One popular RRSP investing strategy involves buying top TSX dividend stocks and using the distributions to acquire new shares to harness the power of compounding.

Canadian National Railway

CN (TSX:CNR) began trading as a public company in the mid-1990s. Since that time, investors have received a steady stream of dividend increases with a compound annual growth rate of about 15% through 2022. This is important to consider when evaluating dividend stocks for a buy-and-hold RRSP portfolio.

CN’s dividend yield is only about 2%, so investors might be inclined to take a pass on the stock, but the overall dividend growth is more important, and the lower yield is actually attributable to a steady increase in the share price over time.

CN currently trades for close to $161 per share. That’s up about 13% over the past 12 months. A look at the long-term chart gives investors a good appreciation of how the stock has performed.
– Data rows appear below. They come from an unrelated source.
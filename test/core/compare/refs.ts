/**
 * Typed views of the outside references used by the goodness-of-fit and comparison tests (the packages ship no
 * type declarations): jstat 1.9.6 (Student t pdf/cdf, gamma/beta functions, normal body) and fmin 0.0.4's
 * Nelder–Mead (an independent derivative-free optimizer).
 */
interface JStatSubset {
  gammaln(x: number): number;
  ibeta(x: number, a: number, b: number): number;
  studentt: { pdf(x: number, dof: number): number; cdf(x: number, dof: number): number };
  normal: { pdf(x: number, m: number, s: number): number; inv(p: number, m: number, s: number): number };
}
// eslint-disable-next-line @typescript-eslint/no-require-imports
export const jStat = (require("jstat") as { jStat: JStatSubset }).jStat;

export interface NelderMeadResult {
  x: number[];
  fx: number;
}
// eslint-disable-next-line @typescript-eslint/no-require-imports
export const nelderMead = (require("fmin") as { nelderMead: (f: (x: number[]) => number, x0: number[]) => NelderMeadResult }).nelderMead;
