/**
 * The comparison table: normal family against jstat's normal pdf (body), each row's 99% VaR against the family's
 * own quantile with Φ⁻¹(0.01) from mpmath (40 digits), ranking by AIC (Akaike 1974) and recovery of the true family
 * from seeded simulations.
 */
import { jStat } from "../../refs/jstat";
import { compareFamilies, fitNormal } from "../../../src/core/compare";
import { sample } from "../../../src/core/gno";

describe("compareFamilies", () => {
  const gnoData = sample({ location: 0.0005, scale: 0.01, shape: -0.45 }, 1500, 101);

  test("normal row: closed-form MLE, log-likelihood equal to the jstat normal density sum", () => {
    const f = fitNormal(gnoData);
    let want = 0;
    for (const x of gnoData) want += Math.log(jStat.normal.pdf(x, f.params.mean, f.params.sd));
    expect(Math.abs(f.logLikelihood - want)).toBeLessThanOrEqual(1e-10 * Math.abs(want));
  });

  test("rows are sorted by AIC, ΔAIC is 0 for the first, AIC/BIC follow their definitions, n is reported", () => {
    const c = compareFamilies(gnoData);
    expect(c.n).toBe(1500);
    expect(c.rows.map((r) => r.family).sort()).toEqual(["asymmetric-laplace", "gno", "johnson-su", "normal", "student-t"]);
    expect(c.rows[0].deltaAic).toBe(0);
    for (let i = 0; i < c.rows.length; i++) {
      const r = c.rows[i];
      expect(r.parameterCount).toBe(r.parameters.length);
      expect(Math.abs(r.aic - (2 * r.parameterCount - 2 * r.logLikelihood))).toBeLessThanOrEqual(1e-9 * Math.abs(r.aic));
      expect(Math.abs(r.bic - (r.parameterCount * Math.log(1500) - 2 * r.logLikelihood))).toBeLessThanOrEqual(1e-9 * Math.abs(r.bic));
      if (i > 0) expect(r.aic).toBeGreaterThanOrEqual(c.rows[i - 1].aic);
      expect(Number.isFinite(r.valueAtRisk99)).toBe(true);
    }
  });

  test("skewed GNO data: GNO or Johnson SU (its nearest rival) ranks first and the normal is far behind", () => {
    const c = compareFamilies(gnoData);
    expect(["gno", "johnson-su"]).toContain(c.best);
    const gno = c.rows.find((r) => r.family === "gno")!;
    const normal = c.rows.find((r) => r.family === "normal")!;
    expect(gno.deltaAic).toBeLessThan(4);
    expect(normal.deltaAic).toBeGreaterThan(20);
  });

  test("normal row's VaR is −(mean + sd·Φ⁻¹(0.01)), Φ⁻¹(0.01) = −2.3263478740408408 (mpmath at 40 digits; methods Wichura 1988 AS 241 and Cody 1969)", () => {
    const c = compareFamilies(gnoData);
    const f = fitNormal(gnoData);
    const normal = c.rows.find((r) => r.family === "normal")!;
    const want = -(f.params.mean - 2.3263478740408408 * f.params.sd);
    expect(Math.abs(normal.valueAtRisk99 - want)).toBeLessThanOrEqual(1e-13);
  });

  test("heavy symmetric tails (t with 4 dof): Student t beats the normal and the GNO", () => {
    const z = sample({ location: 0, scale: 1, shape: 0 }, 10000, 77);
    const x = new Float64Array(2000);
    for (let i = 0; i < 2000; i++) {
      const chi = z[5 * i + 1] ** 2 + z[5 * i + 2] ** 2 + z[5 * i + 3] ** 2 + z[5 * i + 4] ** 2;
      x[i] = 0.01 * (z[5 * i] / Math.sqrt(chi / 4));
    }
    const c = compareFamilies(x);
    const rank = (f: string): number => c.rows.findIndex((r) => r.family === f);
    expect(rank("student-t")).toBeLessThan(rank("normal"));
    expect(rank("student-t")).toBeLessThan(rank("gno"));
  });
});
CN plays a key role in the smooth operation of the Canadian and U.S. economies. The company has rail lines that connect the Pacific and Atlantic coasts in Canada with the Gulf Coast in the United States. CN transports everything from coal, crude oil, cars, and forestry products to grain, fertilizer, and finished goods. As the economy grows, so does demand for CN’s services.

The company has the ability to pass rising costs on to its customers. This is important in the current era of high inflation. Railways enjoy wide competitive moats. New tracks are unlikely to be built along existing routes and trucking companies can only viably compete for business on some segments.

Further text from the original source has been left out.